Für die Südhessen war es am Sonntag bereits die sechste Pflichtspiel-Niederlage in Serie. Ramon Berndroth, der Sportliche Leiter des Nachwuchsleistungszentrums, übernimmt interimsmäßig die kriselnde Mannschaft, die auf den Relegationsplatz 16 zurückgefallen ist. Darmstadt tritt am Samstag bei Aufsteiger SC Freiburg an. Der 64-jährige Berndroth hatte bereits bei den Kickers Offenbach und beim FSV Frankfurt gearbeitet und war 1991 bis 1997 Co-Trainer bei Eintracht Frankfurt . Seine Assistenten sind nun Kai Peter Schmitz und Dimo Wache, der Torwarttrainer bleibt. Fritsch will sich in einer Pressekonferenz heute (13.30 Uhr) am Böllenfalltor zu der Entscheidung ausführlich äußern.

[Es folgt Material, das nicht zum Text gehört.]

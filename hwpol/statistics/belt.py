"""Frequentist confidence belt for the true degree of polarisation under a general covariance.

The test of a value p0 is its likelihood ratio with the angle profiled out: the distance, in standard errors,
of the measured vector from the circle of radius p0. p0 is accepted where the distance stays under c(p0), set
so that the truth is accepted with the probability wanted: exactly, for equal errors, where the distance is
|p - p0| / sigma and the distribution of p is Rice's; on the average over the true angle, otherwise. This is
Neyman's construction with the ordering of Feldman & Cousins (1998, Phys. Rev. D 57, 3873); no interval is
empty, all hold the measured p, and zero is left out just where the test of the vector against zero rejects it.

Arguments are flat arrays: p in the unit of `Geometry.unit`, stretch and tilt as there.
"""

from __future__ import annotations

from dataclasses import dataclass
from functools import lru_cache

import numpy as np
from scipy.interpolate import CubicSpline, RectBivariateSpline
from scipy.special import chndtr, ndtri

from hwpol.statistics.moments import Array
from hwpol.statistics.posterior import FAR
from hwpol.statistics.tables import ROUND, root

_SCALE = 2.0  # p0 = scale x / (1 - x): x in [0, 1] covers every signal
_LONGEST = float(np.log(5.0))  # longest ellipse for which c(p0) is tabulated
_DRAWS = 4096  # quasi-random draws behind c(p0): their error in probability is below 1e-3


def normal_half_width(level: float) -> float:
    """Standard errors either side that hold ``level`` of a normal distribution."""
    return float(ndtri(0.5 + 0.5 * level))


def null_radius(level: float) -> float:
    """Standard errors from zero within which ``level`` of a bivariate normal distribution lies."""
    return float(np.sqrt(-2 * np.log1p(-level)))


def distance(x: Array, y: Array, p0: Array, major: Array, minor: Array) -> Array:
    """Standard errors between the vector (x, y), in the ellipse's own axes, and the circle of radius p0.

    All arguments broadcast. The nearest point is searched on a quarter circle, where it must lie, and refined.
    """
    x, y = np.abs(x), np.abs(y)
    shape = np.broadcast_shapes(*(np.shape(part) for part in (x, y, p0, major, minor)))
    best, where = np.full(shape, np.inf), np.zeros(shape)
    for angle in np.linspace(0.0, 0.5 * np.pi, 25):
        trial = ((p0 * np.cos(angle) - x) / major) ** 2 + ((p0 * np.sin(angle) - y) / minor) ** 2
        better = trial < best
        best, where = np.where(better, trial, best), np.where(better, angle, where)
    step = 0.5 * np.pi / 24
    for _ in range(5):
        c, s = np.cos(where), np.sin(where)
        dx, dy = p0 * c - x, p0 * s - y
        slope = p0 * (-dx * s / major**2 + dy * c / minor**2)
        bend = p0 * ((p0 * s * s - dx * c) / major**2 + (p0 * c * c - dy * s) / minor**2)
        move = np.where(bend > 0, -slope / np.where(bend > 0, bend, 1.0), -np.sign(slope) * step)
        where = np.clip(where + np.clip(move, -step, step), 0.0, 0.5 * np.pi)
    refined = ((p0 * np.cos(where) - x) / major) ** 2 + ((p0 * np.sin(where) - y) / minor) ** 2
    return np.sqrt(np.minimum(best, refined))


def axes(stretch: Array) -> tuple[Array, Array]:
    """Semi-axes of the ellipse for a mean eigenvalue of 1."""
    e = np.tanh(stretch)
    return np.sqrt(1 + e), np.sqrt(1 - e)


@lru_cache(maxsize=1)
def _sorted_distances() -> tuple[Array, Array, Array]:
    """Distances (x of p0, stretch, draw), sorted, of measured vectors from their own true circle."""
    from scipy.stats import qmc  # slow to load, and needed for unequal errors alone

    cube = qmc.Sobol(3, scramble=True, rng=np.random.default_rng(20)).random(_DRAWS)
    angle, first, second = 0.5 * np.pi * cube[:, 0], ndtri(cube[:, 1]), ndtri(cube[:, 2])
    x, stretch = np.linspace(0.0, 1.0, 21)[1:-1], np.linspace(0.0, _LONGEST, 9)
    p0 = (_SCALE * x / (1 - x))[:, None, None]
    major, minor = axes(stretch[None, :, None])
    found = distance(p0 * np.cos(angle) + major * first, p0 * np.sin(angle) + minor * second, p0, major, minor)
    return x, stretch, np.sort(found, axis=-1)


@dataclass(frozen=True)
class Belt:
    """c(p0, stretch) for one level."""

    level: float
    circle: CubicSpline
    general: RectBivariateSpline

    @classmethod
    def build(cls, level: float) -> Belt:
        ends = null_radius(level), normal_half_width(level)
        x = np.linspace(0.0, 1.0, 401)[1:-1]
        p0 = _SCALE * x / (1 - x)
        near = p0 < FAR

        def surplus(c: Array) -> Array:
            high, low = p0[near] + c, np.maximum(p0[near] - c, 0.0)
            return chndtr(high**2, 2, p0[near] ** 2) - chndtr(low**2, 2, p0[near] ** 2) - level

        start = np.full(int(near.sum()), 0.5 * ends[1])
        width = np.full(x.size, ends[1])
        width[near] = root(surplus, start, start + ends[0])
        circle = CubicSpline(np.concatenate([[0.0], x, [1.0]]), np.concatenate([ends[:1], width, ends[1:]]))
        coarse, stretch, distances = _sorted_distances()
        rank = (np.arange(_DRAWS) + 0.5) / _DRAWS
        quantile = np.array([[np.interp(level, rank, row) for row in rows] for rows in distances])
        # Both ends are known whatever the shape; what the draws miss at equal errors is taken off everywhere.
        quantile += (circle(coarse) - quantile[:, 0])[:, None]
        rows = [np.full((1, stretch.size), ends[0]), quantile, np.full((1, stretch.size), ends[1])]
        nodes = np.concatenate([[0.0], coarse, [1.0]])
        return cls(level, circle, RectBivariateSpline(nodes, stretch, np.concatenate(rows)))

    def width(self, p0: Array, stretch: Array) -> Array:
        """Distance within which p0 is accepted; for ellipses longer than the table's, that of its longest."""
        x = p0 / (p0 + _SCALE)
        return np.where(stretch < ROUND, self.circle(x), self.general.ev(x, np.minimum(stretch, _LONGEST)))

    def interval(self, p: Array, stretch: Array, tilt: Array) -> tuple[Array, Array]:
        """Ends of the interval of accepted p0."""
        major, minor = axes(stretch)
        x, y = p * np.cos(tilt), p * np.sin(tilt)

        def excess(p0: Array) -> Array:
            return distance(x, y, p0, major, minor) - self.width(p0, stretch)

        low = root(lambda p0: -excess(p0), np.zeros_like(p), p)
        reach = (null_radius(self.level) + 1.0) * major
        return low, root(excess, p, p + reach)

Meier, zuvor bei Arminia Bielefeld , hatte im Sommer die Nachfolge von Erfolgscoach Dirk Schuster angetreten. Schuster, inzwischen beim FC Augsburg , war mit den Südhessen von der 3. in die 1. Liga durchmarschiert und hatte zur Überraschung der Experten den Abstiegskandidaten Nummer eins im Oberhaus gehalten. Ex-Nationalspieler Fach hatte ebenfalls erst zu dieser Saison die Stelle als Sportlicher Leiter übernommen. Meier ist der fünfte Chefcoach, der in dieser Bundesliga-Saison frühzeitig gehen muss. Er hatte sich zuletzt ein peinliches Aus im DFB-Pokal beim Viertligisten FC Astoria Walldorf geleistet. Danach gewann das Team um Kapitän Aytac Sulu auch in der Liga nicht mehr. Qualitativ hat Darmstadt den wohl schwächsten Kader der Liga. Dafür waren sie in der vergangenen Saison so etwas wie die "Kampfmonster" der Liga und mit ihrem altmodischen Stadion auch eine Attraktion.

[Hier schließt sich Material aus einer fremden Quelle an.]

@pytest.fixture
def write(tmp_path: Path) -> Callable[..., Path]:
    """Write a file of a few pixels; `minute` after 2024-03-05 00:00 UTC."""
    rng = np.random.default_rng(7)

    def make(name: str, minute: float = 0.0, shape: tuple[int, ...] = (4, 5), **cards: Any) -> Path:
        hdu = fits.PrimaryHDU(rng.integers(0, 30000, shape).astype(np.int16))
        clock = f"2024-03-05T{int(minute // 60):02d}:{int(minute % 60):02d}:{60 * (minute % 1):06.3f}"
        usual = {"FRMKIND": "object", "OBJECT": "Star", "BAND": "V", "EXPTIME": 10.0, "RA": 150.0, "DEC": -20.0}
        for key, value in {**usual, "DATE-OBS": clock, "PLATE": 0.0, **cards}.items():
            if value is not None:
                hdu.header[key] = value
        hdu.writeto(tmp_path / name)
        return tmp_path / name

    return make


def sequence(write: Callable[..., Path], start: float = 0.0, passes: int = 2, **cards: Any) -> list[Path]:
    """One frame a minute at each of four positions."""
    stem = f"{cards.get('OBJECT', 'Star')}{cards.get('BAND', 'V')}{start:03.0f}".replace(" ", "")
    return [write(f"{stem}_{k:02d}.fits", start + k, **{"PLATE": FOUR[k % 4], **cards}) for k in range(4 * passes)]


def test_a_plain_visit(write: Callable[..., Path]) -> None:
    frames = FrameSet.read(sequence(write)[::-1], INSTRUMENT)
    assert len(frames) == 8
    assert frames.column("name").tolist() == [f"StarV000_{k:02d}.fits" for k in range(8)]
    assert frames.column("status").tolist() == ["used"] * 8
    assert frames.column("visit").tolist() == [1] * 8
    assert frames.column("cycle").tolist() == [1] * 4 + [2] * 4
    assert frames.column("position").tolist() == [1, 2, 3, 4] * 2
    # A mean on the circle: rounding of sine, cosine and arc tangent.
    assert [cycle.present for cycle in frames.cycles()] == [pytest.approx(FOUR, abs=1e-13)] * 2
    assert frames.column("chi").tolist() == [0.0] * 8
    assert np.isfinite(frames.column("eta")).all()
    assert frames.column("airmass") == pytest.approx(1 / np.sin(np.radians(frames.column("altitude"))), rel=1e-12)
    assert repr(frames) == "<FrameSet 'test': 8 science; 1 visits>"


def test_two_targets_alternating_and_filters_changing(write: Callable[..., Path]) -> None:
    paths = []
    for k, plate in enumerate(FOUR):
        for at, (name, band) in enumerate([("Star A", "V"), ("star-a", "R"), ("Star B", "V")]):
            paths.append(write(f"{name}{band}{k}.fits", 3 * k + at, OBJECT=name, BAND=band, PLATE=plate))
    visits = FrameSet.read(paths, INSTRUMENT).visits()
    assert [(v.column("object")[0], v.column("filter")[0]) for v in visits] == [
        ("Star A", "V"),
        ("star-a", "R"),
        ("Star B", "V"),
    ]
    assert all(v.column("position").tolist() == [1, 2, 3, 4] for v in visits)
    assert all(v.column("cycle").tolist() == [1] * 4 for v in visits)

Beim erneuten Rückschlag gegen Hamburg hatten die Fans allerdings lautstark Meiers Rauswurf gefordert. Sein Nachfolger wird nun auch nicht damit rechnen können, dass die "Lilien " mit ihren bescheidenen finanziellen Mitteln in der Winterpause die Mannschaft massiv verstärken.